Entries taken from a collection:
= = = =

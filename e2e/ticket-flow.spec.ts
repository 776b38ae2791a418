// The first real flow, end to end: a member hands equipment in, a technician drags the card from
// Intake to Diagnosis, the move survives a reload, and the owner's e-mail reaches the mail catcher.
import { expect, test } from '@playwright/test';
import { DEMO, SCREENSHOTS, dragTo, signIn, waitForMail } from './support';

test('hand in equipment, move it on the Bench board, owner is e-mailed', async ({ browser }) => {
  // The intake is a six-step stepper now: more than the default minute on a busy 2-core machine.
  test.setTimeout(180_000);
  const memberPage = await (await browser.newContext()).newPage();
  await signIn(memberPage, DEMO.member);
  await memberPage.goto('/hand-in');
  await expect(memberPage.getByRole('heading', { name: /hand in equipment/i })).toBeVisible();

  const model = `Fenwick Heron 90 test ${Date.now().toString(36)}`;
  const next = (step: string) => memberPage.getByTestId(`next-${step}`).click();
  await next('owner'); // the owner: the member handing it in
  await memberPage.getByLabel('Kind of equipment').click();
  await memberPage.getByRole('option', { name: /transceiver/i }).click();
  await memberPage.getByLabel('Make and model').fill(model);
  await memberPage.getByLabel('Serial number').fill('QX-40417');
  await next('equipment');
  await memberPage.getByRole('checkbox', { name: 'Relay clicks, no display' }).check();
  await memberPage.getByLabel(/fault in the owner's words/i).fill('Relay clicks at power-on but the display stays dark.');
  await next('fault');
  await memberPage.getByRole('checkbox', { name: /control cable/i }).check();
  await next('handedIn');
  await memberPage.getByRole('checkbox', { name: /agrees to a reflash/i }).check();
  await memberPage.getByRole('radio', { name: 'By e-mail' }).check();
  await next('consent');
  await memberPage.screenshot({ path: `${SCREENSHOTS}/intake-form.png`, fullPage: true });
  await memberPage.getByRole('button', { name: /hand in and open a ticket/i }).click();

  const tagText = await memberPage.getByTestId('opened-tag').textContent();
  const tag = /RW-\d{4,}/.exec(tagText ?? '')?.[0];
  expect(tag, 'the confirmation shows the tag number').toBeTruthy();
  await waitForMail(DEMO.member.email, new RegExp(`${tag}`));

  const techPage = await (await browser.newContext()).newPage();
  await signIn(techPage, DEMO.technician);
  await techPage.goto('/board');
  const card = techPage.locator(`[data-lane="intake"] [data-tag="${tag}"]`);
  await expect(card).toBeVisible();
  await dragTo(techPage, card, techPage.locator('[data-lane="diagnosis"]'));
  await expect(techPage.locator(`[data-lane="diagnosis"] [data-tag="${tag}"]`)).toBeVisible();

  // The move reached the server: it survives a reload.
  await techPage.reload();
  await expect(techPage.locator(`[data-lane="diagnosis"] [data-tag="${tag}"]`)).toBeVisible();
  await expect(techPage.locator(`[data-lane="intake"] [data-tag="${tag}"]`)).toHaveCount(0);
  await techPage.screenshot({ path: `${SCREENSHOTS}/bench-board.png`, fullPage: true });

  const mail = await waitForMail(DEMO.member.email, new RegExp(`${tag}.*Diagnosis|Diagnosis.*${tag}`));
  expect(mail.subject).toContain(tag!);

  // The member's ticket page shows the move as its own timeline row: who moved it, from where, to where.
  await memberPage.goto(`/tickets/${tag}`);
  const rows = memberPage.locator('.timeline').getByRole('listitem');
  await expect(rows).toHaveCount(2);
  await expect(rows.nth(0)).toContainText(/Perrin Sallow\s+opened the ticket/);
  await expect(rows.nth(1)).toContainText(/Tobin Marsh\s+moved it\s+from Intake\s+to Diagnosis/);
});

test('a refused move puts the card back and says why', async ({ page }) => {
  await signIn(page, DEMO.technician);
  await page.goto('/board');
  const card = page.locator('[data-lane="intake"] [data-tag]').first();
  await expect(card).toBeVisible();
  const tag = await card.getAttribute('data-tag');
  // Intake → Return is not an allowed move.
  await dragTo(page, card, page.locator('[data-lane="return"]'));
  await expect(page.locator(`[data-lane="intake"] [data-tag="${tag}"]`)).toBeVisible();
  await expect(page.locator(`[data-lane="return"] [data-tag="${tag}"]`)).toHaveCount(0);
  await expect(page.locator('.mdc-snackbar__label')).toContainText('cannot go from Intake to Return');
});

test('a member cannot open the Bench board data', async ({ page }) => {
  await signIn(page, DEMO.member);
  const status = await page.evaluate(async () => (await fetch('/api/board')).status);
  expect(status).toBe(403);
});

= = = =

If the string "newContext" is in a line of the entries, pick that line out.

COMPLETED EXERCISE:
  const memberPage = await (await browser.newContext()).newPage();
  const techPage = await (await browser.newContext()).newPage();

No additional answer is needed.